- Language: English
- Based on: "En famille", short story by Guy de Maupassant
- Premiere: 5 May 1966 New Theatre, Cardiff

= The Parlour =

Opera by Grace Williams

The Parlour is the only opera by the Welsh composer Grace Williams; a comic opera in one act, it is based on a short story by Guy de Maupassant. Although written in 1961, it was not performed in public until 1966.

Maupassant's "En famille" (1881) deals with the Caravan family and the events that occur following the presumed death of Mr Caravan's 90-year-old mother, who is in fact alive. Grace Williams transferred the location to a Victorian seaside resort. In adapting the short story as an opera, Williams displays "considerable gifts of staging". She was hindered in her early plans to write an opera by the fact that Wales had no opera house of its own and no dedicated orchestra (the Welsh National Opera Company was formed in 1946). She also doubted whether Welsh audiences would appreciate it.

The première, on 5 May 1966, took place at the New Theatre, Cardiff, where the City of Birmingham Symphony Orchestra was conducted by Bryan Balkwill. The cast included Edith Coates and Edward Byles in leading roles, Noreen Berry, John Gibbs, Anne Pashley and Janet Hughes. It was produced by John Moody, and Elizabeth Friendship's set design received praise from reviewers.
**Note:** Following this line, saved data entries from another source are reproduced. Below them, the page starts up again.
from sweep.errors import InputError

__all__ = [
    "kharitonov_polynomials",
    "kharitonov_pencils",
    "pencil_critical_gains",
    "kharitonov_lower_bound",
    "branch_and_bound",
    "is_interval_family",
    "certify",
    "format_certificate",
]

# Which end each Kharitonov polynomial takes, by power of s modulo 4
# (True = upper end).  K1: l l u u, K2: u u l l, K3: l u u l, K4: u l l u.
_PATTERN = np.array(
    [
        [False, False, True, True],
        [True, True, False, False],
        [False, True, True, False],
        [True, False, False, True],
    ]
)

# Box status codes of `kharitonov_lower_bound`.
OK, UNSTABLE_AT_REFERENCE, DEGREE_FAILS = 0, 1, 2


# ---------------------------------------------------------------------------
# Kharitonov polynomials and pencils
# ---------------------------------------------------------------------------


def kharitonov_polynomials(lo: np.ndarray, hi: np.ndarray) -> np.ndarray:
    """The four Kharitonov polynomials of interval polynomials.

    Parameters
    ----------
    lo, hi
        Lower and upper coefficient ends, arrays ``(..., n+1)``, highest power
        of ``s`` first.

    Returns
    -------
    ndarray ``(4, ..., n+1)``
        ``K1 .. K4`` in the order of METHODS.md, highest power first.  The
        pattern is applied by power of ``s`` (column ``j`` holds power
        ``n - j``), so it does not depend on how the arrays are padded.
    """
    lo = np.asarray(lo, dtype=float)
    hi = np.asarray(hi, dtype=float)
    n = lo.shape[-1] - 1
    powers = n - np.arange(n + 1)
    take_hi = _PATTERN[:, powers % 4]  # (4, n+1)
    take_hi = take_hi.reshape((4,) + (1,) * (lo.ndim - 1) + (n + 1,))
    return np.where(take_hi, hi[None], lo[None])


def _pad_front(a: np.ndarray, width: int) -> np.ndarray:
    """Pad a stack with leading zero columns so that it has `width` columns (align by power)."""
    extra = width - a.shape[-1]
    if extra < 0:
        raise ValueError("numerator degree exceeds denominator degree")
    if extra == 0:
        return a
    pad = [(0, 0)] * (a.ndim - 1) + [(extra, 0)]
    return np.pad(a, pad)


def kharitonov_pencils(
    N_lo: np.ndarray,
    N_hi: np.ndarray,
    D_lo: np.ndarray,
    D_hi: np.ndarray,
    sigma: int,
) -> tuple[np.ndarray, np.ndarray]:
    """The four pencils ``Kh_i(D) + k Kh_i(sigma N)`` of an interval loop.

    For ``k >= 0`` the coefficient of power ``p`` of ``D + k sigma N`` ranges
    over ``[lD_p + k l(sigma N)_p, uD_p + k u(sigma N)_p]`` when ``N`` and
    ``D`` vary independently; ``-N`` has the interval ``[-uN, -lN]``.

    Parameters
    ----------
    N_lo, N_hi
        Numerator coefficient ends ``(B, m+1)`` (or ``(m+1,)``).
    D_lo, D_hi
        Denominator coefficient ends ``(B, n+1)``, ``m <= n``.
    sigma
        +1 negative feedback, -1 positive.

    Returns
    -------
    (KD, KN)
        Arrays ``(4, B, n+1)``: pencil ``i`` is ``KD[i] + k KN[i]`` (``sigma``
        already folded in, so analyse it with ``sigma=+1``).  ``N`` is padded
        to the degree of ``D``.
    """
    D_lo = np.asarray(D_lo, dtype=float)
    D_hi = np.asarray(D_hi, dtype=float)
    width = D_lo.shape[-1]
    N_lo = _pad_front(np.asarray(N_lo, dtype=float), width)
    N_hi = _pad_front(np.asarray(N_hi, dtype=float), width)
    if sigma > 0:
        sN_lo, sN_hi = N_lo, N_hi
    else:
        sN_lo, sN_hi = -N_hi, -N_lo
    return kharitonov_polynomials(D_lo, D_hi), kharitonov_polynomials(sN_lo, sN_hi)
However, the reviewer in Opera magazine dismissed the music as "feeble in content, too long, and mis-timed in its relation to the dramatic action". The BBC, broadcasting a recording made at the Odeon Theatre, Llandudno, in November of the same year, described the première as "highly successful", and said that the opera, despite being Williams' first, displays a "confident professionalism and the theatrical awareness".

In 2025 an archive recording of the 1966 live performance from Llandudno was issued on the Lyrita label.